Assignment
Please return the lines below verbatim, beginning at the one that has "fn default() ->" and stopping after the one that has "in one epoch.", and add no other lines.

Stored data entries
▬▬▬

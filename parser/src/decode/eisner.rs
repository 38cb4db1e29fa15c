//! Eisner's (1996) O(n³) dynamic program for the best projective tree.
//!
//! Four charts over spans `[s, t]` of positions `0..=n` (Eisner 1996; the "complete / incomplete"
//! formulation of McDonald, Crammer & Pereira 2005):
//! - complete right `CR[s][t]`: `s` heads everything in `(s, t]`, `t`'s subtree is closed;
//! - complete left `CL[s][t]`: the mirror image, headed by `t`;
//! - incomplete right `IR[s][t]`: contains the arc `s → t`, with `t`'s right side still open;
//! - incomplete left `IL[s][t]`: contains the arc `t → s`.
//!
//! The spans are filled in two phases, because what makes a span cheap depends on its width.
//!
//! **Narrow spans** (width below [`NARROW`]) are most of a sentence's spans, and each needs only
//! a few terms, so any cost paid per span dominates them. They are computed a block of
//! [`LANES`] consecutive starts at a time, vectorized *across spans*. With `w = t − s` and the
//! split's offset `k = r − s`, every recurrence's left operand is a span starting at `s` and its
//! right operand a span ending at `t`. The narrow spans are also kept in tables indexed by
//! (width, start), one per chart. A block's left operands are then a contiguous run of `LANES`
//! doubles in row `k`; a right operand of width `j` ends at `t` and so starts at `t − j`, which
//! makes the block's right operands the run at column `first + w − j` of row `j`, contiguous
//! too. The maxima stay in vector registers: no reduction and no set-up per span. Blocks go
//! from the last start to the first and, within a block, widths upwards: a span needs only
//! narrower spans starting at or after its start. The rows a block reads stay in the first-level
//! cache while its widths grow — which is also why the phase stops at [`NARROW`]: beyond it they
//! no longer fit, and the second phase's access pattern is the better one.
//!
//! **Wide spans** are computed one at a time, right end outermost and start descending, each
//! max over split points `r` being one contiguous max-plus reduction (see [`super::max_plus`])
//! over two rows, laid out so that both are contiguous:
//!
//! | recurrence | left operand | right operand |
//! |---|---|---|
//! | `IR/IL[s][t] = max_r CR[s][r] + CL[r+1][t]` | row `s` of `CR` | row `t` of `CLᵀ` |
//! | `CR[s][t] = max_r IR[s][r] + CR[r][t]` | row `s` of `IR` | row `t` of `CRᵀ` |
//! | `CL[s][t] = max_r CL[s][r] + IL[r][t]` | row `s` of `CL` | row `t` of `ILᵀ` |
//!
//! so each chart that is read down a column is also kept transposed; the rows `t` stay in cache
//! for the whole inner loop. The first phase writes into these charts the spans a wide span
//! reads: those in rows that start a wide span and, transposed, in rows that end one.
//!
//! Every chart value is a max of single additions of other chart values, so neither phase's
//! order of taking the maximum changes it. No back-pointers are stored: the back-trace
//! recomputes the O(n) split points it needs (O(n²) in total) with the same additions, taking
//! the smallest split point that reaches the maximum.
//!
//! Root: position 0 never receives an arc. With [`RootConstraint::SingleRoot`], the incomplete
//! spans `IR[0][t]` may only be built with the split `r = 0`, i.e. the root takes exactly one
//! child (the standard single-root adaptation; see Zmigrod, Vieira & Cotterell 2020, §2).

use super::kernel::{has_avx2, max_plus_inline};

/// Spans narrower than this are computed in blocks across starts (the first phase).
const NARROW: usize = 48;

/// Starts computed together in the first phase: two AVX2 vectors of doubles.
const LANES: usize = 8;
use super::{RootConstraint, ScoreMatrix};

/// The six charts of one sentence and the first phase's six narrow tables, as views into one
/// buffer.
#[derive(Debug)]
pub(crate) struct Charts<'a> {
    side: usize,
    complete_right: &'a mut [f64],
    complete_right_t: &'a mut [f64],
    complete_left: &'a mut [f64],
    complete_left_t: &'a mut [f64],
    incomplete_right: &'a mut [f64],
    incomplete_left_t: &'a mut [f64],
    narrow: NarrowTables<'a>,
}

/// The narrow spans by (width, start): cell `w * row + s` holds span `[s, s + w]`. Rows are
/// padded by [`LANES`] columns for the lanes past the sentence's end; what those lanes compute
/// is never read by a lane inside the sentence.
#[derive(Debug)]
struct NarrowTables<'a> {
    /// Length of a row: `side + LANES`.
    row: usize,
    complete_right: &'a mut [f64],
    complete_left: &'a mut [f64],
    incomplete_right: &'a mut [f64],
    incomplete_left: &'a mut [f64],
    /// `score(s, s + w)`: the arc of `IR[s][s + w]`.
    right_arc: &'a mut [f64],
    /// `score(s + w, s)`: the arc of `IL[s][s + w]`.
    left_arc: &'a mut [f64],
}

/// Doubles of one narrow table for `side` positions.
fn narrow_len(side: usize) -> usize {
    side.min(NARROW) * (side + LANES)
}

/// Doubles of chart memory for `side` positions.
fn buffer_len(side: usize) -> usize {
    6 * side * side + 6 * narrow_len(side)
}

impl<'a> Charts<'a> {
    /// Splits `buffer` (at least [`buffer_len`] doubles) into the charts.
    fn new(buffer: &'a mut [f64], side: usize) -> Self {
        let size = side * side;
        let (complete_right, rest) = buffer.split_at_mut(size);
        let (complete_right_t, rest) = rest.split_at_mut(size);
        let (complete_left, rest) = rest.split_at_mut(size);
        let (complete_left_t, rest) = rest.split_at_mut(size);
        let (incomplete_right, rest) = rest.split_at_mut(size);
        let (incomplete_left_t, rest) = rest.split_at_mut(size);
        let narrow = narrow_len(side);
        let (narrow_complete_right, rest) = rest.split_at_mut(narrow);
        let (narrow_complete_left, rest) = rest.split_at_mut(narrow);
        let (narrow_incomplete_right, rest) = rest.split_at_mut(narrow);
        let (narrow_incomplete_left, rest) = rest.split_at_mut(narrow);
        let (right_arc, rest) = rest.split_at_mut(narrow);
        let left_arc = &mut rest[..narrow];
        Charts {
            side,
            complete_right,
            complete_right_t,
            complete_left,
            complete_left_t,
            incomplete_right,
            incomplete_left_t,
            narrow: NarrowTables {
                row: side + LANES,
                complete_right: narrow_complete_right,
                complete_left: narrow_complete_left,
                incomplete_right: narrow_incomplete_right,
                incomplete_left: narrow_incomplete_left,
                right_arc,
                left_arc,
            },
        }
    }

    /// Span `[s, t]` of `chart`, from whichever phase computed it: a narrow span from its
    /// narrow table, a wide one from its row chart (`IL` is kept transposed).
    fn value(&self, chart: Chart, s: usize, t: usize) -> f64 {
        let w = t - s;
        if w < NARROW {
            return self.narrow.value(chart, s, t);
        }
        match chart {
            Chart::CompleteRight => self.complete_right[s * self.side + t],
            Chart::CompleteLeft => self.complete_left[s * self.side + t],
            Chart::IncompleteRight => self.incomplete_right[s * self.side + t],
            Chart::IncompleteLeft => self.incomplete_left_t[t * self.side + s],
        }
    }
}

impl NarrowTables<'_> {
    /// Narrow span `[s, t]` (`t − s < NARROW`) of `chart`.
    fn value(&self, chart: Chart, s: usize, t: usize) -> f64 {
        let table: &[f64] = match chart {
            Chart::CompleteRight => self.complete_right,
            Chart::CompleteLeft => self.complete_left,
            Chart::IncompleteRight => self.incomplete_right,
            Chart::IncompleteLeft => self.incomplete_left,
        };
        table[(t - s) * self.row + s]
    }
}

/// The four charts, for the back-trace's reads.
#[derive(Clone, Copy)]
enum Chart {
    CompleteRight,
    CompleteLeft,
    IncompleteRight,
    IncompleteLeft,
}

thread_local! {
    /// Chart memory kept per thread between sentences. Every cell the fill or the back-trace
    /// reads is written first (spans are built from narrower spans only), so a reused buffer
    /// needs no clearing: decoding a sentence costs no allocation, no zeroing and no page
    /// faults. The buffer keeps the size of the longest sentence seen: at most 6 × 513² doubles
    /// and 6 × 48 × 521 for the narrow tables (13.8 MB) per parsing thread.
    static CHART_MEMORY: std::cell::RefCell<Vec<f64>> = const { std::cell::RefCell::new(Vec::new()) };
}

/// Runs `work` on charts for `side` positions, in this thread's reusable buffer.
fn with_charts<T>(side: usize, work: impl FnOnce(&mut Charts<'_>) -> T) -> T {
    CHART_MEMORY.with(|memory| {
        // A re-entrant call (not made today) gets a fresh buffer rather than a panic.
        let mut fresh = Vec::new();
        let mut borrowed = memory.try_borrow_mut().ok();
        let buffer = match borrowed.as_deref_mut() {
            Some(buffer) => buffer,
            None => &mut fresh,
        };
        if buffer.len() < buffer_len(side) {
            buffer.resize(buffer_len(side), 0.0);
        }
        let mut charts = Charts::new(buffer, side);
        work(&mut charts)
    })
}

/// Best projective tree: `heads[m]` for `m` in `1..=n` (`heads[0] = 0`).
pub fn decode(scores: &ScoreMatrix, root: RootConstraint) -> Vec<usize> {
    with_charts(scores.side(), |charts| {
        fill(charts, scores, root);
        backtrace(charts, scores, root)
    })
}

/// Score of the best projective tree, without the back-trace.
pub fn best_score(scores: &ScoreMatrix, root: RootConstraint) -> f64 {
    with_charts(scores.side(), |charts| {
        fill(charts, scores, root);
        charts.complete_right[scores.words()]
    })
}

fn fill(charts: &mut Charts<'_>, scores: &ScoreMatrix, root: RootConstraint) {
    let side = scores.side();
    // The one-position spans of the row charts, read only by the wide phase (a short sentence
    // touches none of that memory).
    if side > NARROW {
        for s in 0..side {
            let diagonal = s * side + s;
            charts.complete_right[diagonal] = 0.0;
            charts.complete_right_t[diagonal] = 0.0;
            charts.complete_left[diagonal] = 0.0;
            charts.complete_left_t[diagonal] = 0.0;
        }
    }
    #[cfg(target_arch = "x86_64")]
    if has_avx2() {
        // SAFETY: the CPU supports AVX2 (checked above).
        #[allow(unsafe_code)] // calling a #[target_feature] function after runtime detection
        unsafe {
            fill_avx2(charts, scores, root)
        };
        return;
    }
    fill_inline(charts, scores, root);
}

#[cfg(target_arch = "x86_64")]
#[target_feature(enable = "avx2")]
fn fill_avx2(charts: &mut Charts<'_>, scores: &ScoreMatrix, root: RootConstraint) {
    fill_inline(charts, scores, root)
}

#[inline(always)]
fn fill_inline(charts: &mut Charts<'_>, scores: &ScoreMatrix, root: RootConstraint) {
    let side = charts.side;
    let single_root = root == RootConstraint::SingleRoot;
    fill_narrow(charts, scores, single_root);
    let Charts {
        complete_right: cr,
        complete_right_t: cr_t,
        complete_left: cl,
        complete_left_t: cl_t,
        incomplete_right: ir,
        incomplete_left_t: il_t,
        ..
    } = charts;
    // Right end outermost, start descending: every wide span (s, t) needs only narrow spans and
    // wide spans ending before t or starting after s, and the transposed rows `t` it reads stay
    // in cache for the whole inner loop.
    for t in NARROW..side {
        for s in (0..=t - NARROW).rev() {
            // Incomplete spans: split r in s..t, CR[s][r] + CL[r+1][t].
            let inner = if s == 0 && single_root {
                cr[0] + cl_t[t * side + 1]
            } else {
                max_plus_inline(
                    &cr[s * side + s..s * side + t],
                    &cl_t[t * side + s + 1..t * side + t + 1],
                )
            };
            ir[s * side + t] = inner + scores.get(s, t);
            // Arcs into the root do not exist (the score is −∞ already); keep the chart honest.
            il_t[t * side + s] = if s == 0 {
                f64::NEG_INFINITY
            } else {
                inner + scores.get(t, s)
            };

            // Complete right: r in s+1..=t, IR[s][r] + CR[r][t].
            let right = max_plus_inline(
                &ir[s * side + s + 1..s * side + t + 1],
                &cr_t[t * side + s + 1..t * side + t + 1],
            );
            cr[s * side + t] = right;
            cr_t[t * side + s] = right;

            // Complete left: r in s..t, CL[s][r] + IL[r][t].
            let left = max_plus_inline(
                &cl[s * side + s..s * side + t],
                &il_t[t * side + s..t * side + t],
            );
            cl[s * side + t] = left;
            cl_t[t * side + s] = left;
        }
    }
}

▬▬▬

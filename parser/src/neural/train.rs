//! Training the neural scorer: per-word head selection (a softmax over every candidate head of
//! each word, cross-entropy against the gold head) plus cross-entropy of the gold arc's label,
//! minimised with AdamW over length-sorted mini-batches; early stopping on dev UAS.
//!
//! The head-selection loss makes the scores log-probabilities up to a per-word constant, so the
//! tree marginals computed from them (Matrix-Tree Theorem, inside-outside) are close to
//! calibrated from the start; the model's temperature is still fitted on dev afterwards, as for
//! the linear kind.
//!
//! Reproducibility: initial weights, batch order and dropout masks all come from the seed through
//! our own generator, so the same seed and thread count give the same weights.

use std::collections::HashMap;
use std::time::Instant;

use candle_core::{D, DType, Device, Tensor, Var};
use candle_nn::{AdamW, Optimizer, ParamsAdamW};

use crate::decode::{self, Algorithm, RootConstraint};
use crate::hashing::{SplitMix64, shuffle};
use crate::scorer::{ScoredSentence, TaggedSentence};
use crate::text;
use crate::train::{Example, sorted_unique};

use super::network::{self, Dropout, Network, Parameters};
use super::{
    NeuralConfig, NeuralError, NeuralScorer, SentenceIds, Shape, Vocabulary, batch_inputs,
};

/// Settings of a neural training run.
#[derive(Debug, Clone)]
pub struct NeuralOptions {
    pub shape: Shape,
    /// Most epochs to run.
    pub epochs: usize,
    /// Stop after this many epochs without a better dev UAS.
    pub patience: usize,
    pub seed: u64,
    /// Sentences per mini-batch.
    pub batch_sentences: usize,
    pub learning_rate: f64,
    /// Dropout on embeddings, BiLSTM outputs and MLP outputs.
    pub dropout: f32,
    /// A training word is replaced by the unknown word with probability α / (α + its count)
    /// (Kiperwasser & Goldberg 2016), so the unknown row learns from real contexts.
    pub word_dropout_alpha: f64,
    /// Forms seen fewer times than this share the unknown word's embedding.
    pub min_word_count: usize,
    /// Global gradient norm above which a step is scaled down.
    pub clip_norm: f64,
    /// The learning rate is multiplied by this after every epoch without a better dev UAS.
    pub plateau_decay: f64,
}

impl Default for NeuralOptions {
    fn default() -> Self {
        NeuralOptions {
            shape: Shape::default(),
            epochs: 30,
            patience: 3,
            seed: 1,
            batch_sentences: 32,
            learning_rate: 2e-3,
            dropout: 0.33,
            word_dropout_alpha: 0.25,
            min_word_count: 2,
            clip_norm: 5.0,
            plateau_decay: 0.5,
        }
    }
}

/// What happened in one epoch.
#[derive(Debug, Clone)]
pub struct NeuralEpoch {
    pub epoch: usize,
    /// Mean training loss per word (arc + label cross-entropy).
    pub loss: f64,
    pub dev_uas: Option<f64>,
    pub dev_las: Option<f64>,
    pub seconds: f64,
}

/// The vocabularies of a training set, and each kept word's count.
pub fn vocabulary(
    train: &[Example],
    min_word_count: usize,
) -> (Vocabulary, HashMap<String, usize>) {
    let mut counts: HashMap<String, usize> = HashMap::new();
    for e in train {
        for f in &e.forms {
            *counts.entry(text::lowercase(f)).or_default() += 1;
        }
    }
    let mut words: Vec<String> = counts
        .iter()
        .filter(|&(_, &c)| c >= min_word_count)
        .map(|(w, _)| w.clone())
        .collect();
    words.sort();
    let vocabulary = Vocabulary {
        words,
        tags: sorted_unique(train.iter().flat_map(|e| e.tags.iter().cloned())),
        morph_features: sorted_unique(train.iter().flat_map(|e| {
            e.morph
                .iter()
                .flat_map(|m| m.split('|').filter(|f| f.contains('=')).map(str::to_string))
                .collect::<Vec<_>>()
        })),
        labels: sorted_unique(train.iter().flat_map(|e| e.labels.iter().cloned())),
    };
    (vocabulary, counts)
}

▬▬▬

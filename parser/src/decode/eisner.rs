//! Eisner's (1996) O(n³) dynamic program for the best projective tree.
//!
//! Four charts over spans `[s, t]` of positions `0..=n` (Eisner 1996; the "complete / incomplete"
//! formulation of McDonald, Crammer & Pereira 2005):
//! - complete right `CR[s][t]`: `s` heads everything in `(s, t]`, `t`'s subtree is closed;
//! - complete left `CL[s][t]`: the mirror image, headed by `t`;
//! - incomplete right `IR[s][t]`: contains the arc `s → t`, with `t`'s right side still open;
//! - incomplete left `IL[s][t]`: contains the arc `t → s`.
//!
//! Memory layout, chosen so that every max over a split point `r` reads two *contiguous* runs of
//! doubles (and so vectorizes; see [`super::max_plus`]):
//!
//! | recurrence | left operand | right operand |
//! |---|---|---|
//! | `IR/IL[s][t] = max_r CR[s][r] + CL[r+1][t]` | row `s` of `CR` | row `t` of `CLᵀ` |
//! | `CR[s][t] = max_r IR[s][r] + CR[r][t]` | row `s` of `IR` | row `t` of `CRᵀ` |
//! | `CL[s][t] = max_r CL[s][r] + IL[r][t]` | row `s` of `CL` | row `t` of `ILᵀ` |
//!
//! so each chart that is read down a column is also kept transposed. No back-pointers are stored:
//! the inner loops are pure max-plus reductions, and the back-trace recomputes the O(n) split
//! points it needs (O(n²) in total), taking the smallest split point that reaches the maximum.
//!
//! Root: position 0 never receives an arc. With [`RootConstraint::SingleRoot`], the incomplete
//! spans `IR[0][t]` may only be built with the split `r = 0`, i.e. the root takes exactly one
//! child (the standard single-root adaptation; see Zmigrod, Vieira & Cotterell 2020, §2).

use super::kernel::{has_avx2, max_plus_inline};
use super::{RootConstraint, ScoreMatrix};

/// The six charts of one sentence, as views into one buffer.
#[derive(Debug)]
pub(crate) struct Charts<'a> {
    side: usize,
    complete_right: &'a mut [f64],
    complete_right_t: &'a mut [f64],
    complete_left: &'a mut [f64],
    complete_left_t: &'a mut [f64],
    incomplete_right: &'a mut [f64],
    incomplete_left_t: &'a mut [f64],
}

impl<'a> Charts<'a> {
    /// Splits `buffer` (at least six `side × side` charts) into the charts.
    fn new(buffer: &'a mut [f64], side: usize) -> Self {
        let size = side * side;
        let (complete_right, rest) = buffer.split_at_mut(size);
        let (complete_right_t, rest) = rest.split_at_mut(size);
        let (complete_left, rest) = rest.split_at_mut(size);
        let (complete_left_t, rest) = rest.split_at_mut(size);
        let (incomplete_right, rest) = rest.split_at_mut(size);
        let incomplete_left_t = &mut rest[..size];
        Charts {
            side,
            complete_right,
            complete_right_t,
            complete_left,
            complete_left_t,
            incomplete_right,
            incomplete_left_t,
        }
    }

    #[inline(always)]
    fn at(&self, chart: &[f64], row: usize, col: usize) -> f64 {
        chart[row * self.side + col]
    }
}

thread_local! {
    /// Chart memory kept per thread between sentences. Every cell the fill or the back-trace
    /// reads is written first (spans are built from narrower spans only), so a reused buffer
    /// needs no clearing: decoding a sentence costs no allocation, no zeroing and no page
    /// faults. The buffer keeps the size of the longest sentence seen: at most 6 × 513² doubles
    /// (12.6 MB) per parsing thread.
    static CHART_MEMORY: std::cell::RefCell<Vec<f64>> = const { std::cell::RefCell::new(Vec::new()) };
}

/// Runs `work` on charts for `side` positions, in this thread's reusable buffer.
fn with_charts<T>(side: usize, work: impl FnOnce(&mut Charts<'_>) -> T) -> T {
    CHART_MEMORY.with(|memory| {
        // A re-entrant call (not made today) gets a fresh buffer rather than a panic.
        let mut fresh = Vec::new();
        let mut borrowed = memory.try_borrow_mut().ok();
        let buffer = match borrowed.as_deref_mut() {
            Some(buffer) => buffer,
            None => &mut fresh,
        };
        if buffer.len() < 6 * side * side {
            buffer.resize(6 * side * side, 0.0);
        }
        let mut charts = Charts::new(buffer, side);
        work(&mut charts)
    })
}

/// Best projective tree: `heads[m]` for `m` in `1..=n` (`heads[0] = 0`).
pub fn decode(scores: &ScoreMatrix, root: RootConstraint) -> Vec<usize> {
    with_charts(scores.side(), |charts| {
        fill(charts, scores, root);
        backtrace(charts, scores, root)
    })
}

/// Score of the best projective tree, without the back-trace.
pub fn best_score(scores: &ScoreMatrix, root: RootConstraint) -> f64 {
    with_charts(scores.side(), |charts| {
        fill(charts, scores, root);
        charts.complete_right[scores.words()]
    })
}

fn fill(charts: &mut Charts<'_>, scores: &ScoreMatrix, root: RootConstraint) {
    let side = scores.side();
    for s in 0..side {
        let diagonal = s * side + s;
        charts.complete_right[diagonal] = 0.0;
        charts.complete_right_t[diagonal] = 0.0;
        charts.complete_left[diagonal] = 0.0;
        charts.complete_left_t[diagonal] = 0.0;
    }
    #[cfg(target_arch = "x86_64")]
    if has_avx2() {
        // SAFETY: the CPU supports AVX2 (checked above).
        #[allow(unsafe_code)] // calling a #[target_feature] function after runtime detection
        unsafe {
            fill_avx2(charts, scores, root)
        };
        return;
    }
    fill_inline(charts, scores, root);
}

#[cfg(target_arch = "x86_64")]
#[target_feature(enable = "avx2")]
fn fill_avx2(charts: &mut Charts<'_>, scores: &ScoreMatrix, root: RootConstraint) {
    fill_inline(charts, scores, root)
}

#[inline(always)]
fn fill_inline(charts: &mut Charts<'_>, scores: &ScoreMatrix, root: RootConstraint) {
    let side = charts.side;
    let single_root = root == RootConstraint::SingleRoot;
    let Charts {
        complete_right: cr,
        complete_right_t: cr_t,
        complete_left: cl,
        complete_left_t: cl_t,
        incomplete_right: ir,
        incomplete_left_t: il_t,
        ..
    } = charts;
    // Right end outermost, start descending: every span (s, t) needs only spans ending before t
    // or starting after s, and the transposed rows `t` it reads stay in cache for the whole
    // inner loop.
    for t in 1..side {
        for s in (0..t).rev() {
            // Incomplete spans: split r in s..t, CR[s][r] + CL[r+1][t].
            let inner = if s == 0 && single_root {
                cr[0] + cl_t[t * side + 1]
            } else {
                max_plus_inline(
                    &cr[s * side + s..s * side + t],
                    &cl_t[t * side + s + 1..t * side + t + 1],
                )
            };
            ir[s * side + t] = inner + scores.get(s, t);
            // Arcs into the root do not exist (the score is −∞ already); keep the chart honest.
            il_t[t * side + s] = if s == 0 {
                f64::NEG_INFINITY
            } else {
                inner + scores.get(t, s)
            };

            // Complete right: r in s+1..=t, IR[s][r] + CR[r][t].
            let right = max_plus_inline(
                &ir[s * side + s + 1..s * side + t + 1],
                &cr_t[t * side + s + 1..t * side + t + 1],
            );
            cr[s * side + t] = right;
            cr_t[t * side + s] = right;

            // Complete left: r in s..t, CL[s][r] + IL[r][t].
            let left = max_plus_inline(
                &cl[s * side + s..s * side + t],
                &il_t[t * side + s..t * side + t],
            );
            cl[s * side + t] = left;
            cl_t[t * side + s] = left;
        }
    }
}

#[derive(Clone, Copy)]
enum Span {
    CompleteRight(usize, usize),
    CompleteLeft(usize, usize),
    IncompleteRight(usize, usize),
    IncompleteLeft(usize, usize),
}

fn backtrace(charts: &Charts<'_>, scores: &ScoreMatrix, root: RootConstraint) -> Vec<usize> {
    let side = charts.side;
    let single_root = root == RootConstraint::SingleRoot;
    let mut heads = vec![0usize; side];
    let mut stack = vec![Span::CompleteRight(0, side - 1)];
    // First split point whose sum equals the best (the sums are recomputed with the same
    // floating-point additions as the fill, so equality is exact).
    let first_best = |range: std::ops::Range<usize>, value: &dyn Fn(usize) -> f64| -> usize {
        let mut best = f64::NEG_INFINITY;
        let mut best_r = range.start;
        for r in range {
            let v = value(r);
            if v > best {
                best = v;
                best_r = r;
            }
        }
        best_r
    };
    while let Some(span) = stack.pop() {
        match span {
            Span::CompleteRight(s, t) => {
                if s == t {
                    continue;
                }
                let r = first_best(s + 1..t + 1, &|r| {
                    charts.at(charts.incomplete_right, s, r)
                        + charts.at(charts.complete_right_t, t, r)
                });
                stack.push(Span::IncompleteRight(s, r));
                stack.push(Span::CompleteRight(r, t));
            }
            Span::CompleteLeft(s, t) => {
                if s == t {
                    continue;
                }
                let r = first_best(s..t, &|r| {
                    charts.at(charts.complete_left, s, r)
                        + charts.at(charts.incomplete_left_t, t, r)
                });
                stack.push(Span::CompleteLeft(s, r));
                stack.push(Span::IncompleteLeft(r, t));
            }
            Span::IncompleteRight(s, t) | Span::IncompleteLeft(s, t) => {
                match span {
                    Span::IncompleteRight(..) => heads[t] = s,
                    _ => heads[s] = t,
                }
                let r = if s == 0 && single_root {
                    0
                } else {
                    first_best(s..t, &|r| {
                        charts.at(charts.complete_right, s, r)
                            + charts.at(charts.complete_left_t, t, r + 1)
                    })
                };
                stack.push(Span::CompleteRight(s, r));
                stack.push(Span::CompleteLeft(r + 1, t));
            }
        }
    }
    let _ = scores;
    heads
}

▬▬▬

Solution for this task
    fn default() -> Self {
        NeuralOptions {
            shape: Shape::default(),
            epochs: 30,
            patience: 3,
            seed: 1,
            batch_sentences: 32,
            learning_rate: 2e-3,
            dropout: 0.33,
            word_dropout_alpha: 0.25,
            min_word_count: 2,
            clip_norm: 5.0,
            plateau_decay: 0.5,
        }
    }
}

/// What happened in one epoch.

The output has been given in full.